It took the two Russian emigres a couple years to realize they were on to a real business. They happened to catch the popularity wave of natural, organic products at its beginning and placidly rode it to success.

Today, Leo, 50 and Vladimir, 46, own Levlad Laboratories, a Chatsworth firm that produces cosmetics under three brand names: Nature’s Gate, Petal Fresh and Aloegen.

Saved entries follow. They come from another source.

import type { FormMetadata } from '@conform-to/react'

/** What a form as a whole met: the title of the problem, then what to do. */
export function FormErrors({ form }: { form: Pick<FormMetadata, 'errors' | 'errorId'> }) {
  if (!form.errors?.length) return null
  const [title, ...rest] = form.errors
  return (
    <div id={form.errorId} role="alert" className="problem mt-2">
      <strong>{title}</strong>
      {rest.map((line) => (
        <p key={line}>{line}</p>
      ))}
    </div>
  )
}
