import { expect, test } from 'vitest'
import { makeCentreline } from '~/track/centreline'
import { senseDriven, turningSense } from '~/track/turning-sense'
import type { Position } from '~/track/units'

const ring = (points: readonly (readonly [number, number])[]) =>
  makeCentreline(points.map(([x, y]): Position => [-31.2 + x / 1000, 42.6 + y / 1000]))

const square = [
  [0, 0],
  [5, 0.2],
  [5.3, 4],
  [0.4, 4.6],
] as const

test('a lap that turns left in all is anticlockwise, the same positions backwards are clockwise', () => {
  expect(turningSense(ring(square))).toBe('anticlockwise')
  expect(turningSense(ring([...square].reverse()))).toBe('clockwise')
})
test('a figure of eight has neither sense, whatever its areas', () => {
  const eight = [
    [0, 0],
    [3, 3],
    [6, 2.5],
    [6.2, 0.3],
    [3, 0.1],
    [-1, 4],
    [-2, 1],
  ] as const
  expect(turningSense(ring(eight))).toBe('crossing')
})
test('driving the other way turns the sense, but not that of a figure of eight', () => {
  expect(senseDriven('clockwise', true)).toBe('anticlockwise')
  expect(senseDriven('anticlockwise', false)).toBe('anticlockwise')
  expect(senseDriven('crossing', true)).toBe('crossing')
})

They still sell Rainwater shampoo, though, of course, it isn’t made from rainwater anymore; they use distilled water now.

In the $15-billion-a-year U.S. cosmetics industry, which is dominated by Revlon, Estee Lauder and L’Oreal, there is also a “so-called natural cosmetics business that represents a tiny share of that market, less than 2%,” said Suzanne Grayson, a cosmetics consultant in Santa Barbara.

But within this modest $300-million natural cosmetics niche, which caters to health-food stores, Levlad is one of the top half a dozen firms, said Rebecca James, a Los Angeles cosmetic industry consultant: “They are definitely one of the best and they are trendsetters too because they use up-to-date chemical information and good herbal ingredients.”

Leo, who is Levlad’s president, said their company now has 120 employees and last year its sales topped $10 million. Vladimir, Levlad’s vice president, is in charge of concocting their products.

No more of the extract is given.